Access to mental health services in India continues to be a major challenge as up to 40 per cent of patients travel more than 10 km to access DMHP services.
ROLE OF NGOs:
NGOs that provide mental health services are also concentrated in the southern and western regions of the country.
NATIONAL MENTAL HEALTH POLICY:
The National Mental Health Policy, announced in 2014, is based, inter-alia, on the values and principles of equity, justice, integrated and evidence based care, quality, participatory and holistic approach to mental health.

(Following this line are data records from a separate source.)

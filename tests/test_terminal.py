"""What a review prints on stderr: the verdict line in a pipe; counts and the first actions on a
terminal, coloured unless NO_COLOR (no-color.org) is set; nothing with --quiet."""

from __future__ import annotations

import io

import pytest

from reviewer.cli import main
from reviewer.session import review_file
from reviewer.terminal import colour_wanted, report, summary

from .conftest import ROOT

SAMPLE = ROOT / "sample_builds" / "allotment-cargo-trike.toml"


class Terminal(io.StringIO):
    def isatty(self) -> bool:
        return True


def test_a_pipe_gets_the_verdict_line_only() -> None:
    text = summary(review_file(SAMPLE), tty=False, colour=False)
    assert text == "firstride: verdict no-go\n"


def test_a_terminal_gets_counts_and_the_first_actions() -> None:
    text = summary(review_file(SAMPLE), tty=True, colour=False)
    lines = text.splitlines()
    assert lines[0].startswith("firstride: verdict no-go (stop ")
    assert lines[1].startswith("  1. STOP ")
    assert lines[-1].startswith("  ... ") and "more in the review" in lines[-1]
    assert "\033" not in text


def test_colour_follows_no_color(monkeypatch: pytest.MonkeyPatch) -> None:
    # no-color.org: any non-empty NO_COLOR turns colour off
    monkeypatch.delenv("NO_COLOR", raising=False)
    monkeypatch.setenv("TERM", "xterm")
    assert colour_wanted(Terminal())
    assert not colour_wanted(io.StringIO())  # not a terminal
    monkeypatch.setenv("NO_COLOR", "1")
    assert not colour_wanted(Terminal())
    stream = Terminal()
    report(review_file(SAMPLE), stream)
    assert "\033" not in stream.getvalue() and "1. STOP" in stream.getvalue()


def test_quiet_prints_nothing(tmp_path, capsys) -> None:
    out = tmp_path / "review.md"
    assert main(["review", "-q", str(SAMPLE), "-o", str(out)]) == 1
    assert capsys.readouterr().err == ""
    assert out.is_file()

Its goals and objectives include the following:
• to reduce distress, disability, exclusion, morbidity and premature mortality associated with mental health problems across life-span of a person,
• to enhance understanding of mental health in the country,
• to provide universal access to mental health care,
• to increase access to mental health services for vulnerable groups,
• to reduce risk and incidence of suicide and attempted suicide,
• to ensure respect for rights and protection from harm of persons with mental health problems, and reduce stigma associated with mental health problems
• to enhance availability and distribution of skilled human resources for mental health.
The Government has approved the continued implementation of the National Mental Health Programme during the 12th Five Year Plan period with additional components.
With the objective to address the shortage of mental health professionals in the country, 15 Centres of Excellence in Mental Health and 35 PG training departments in mental health specialties to increase the PG training capacity in mental health as well as improving the tertiary care treatment facility have been funded.
Sufficient financial assistance is also provided to the three Central Institutions viz. National Institute of Mental Health And Neuro Sciences, Bangalore, Lokopriya Gopinath Bordoloi Regional Institute of Mental Health, Tezpur and Central Institute of Psychiatry, Ranchi.
MENTAL HEALTH CARE BILL,2013:
On 8 August, 2016, the Mental Health Care Bill, 2013 was passed in the Rajya Sabha. The new bill will replace the rather outdated Mental Health Act of 1987, and when compared to the existing law, it is definitely reformist.
Features of the Bill:
-The definition of mental illness is broader and more inclusive.
-It decriminalises the attempt to suicide.The new law actually recognises suicide as a cry for help, and stresses on the immediate need to reach out and help the person overcome their issues. It does not treat the person as a criminal.
-Introduction of advance directives – this gives people suffering from a mental illness the right to choose their mode of treatment, and by nominating representatives who will ensure that their choices are carried out.
-The bill identifies inhuman and degrading treatment of the mentally ill as a crime.
Issues with the Bill:
Implementation of the Act will also pose to be a problem. There is a shortage of mental health professionals in our country. The bill provides facilities to the mentally ill, but how far does it address the stigma and discrimination a person with a diagnostic label is forced to endure?
CONCLUSION: As the number of people with mental health issues increase, the need for addressing their issues also rises. Role of Family, NGOs & Administration will be vital in this regard.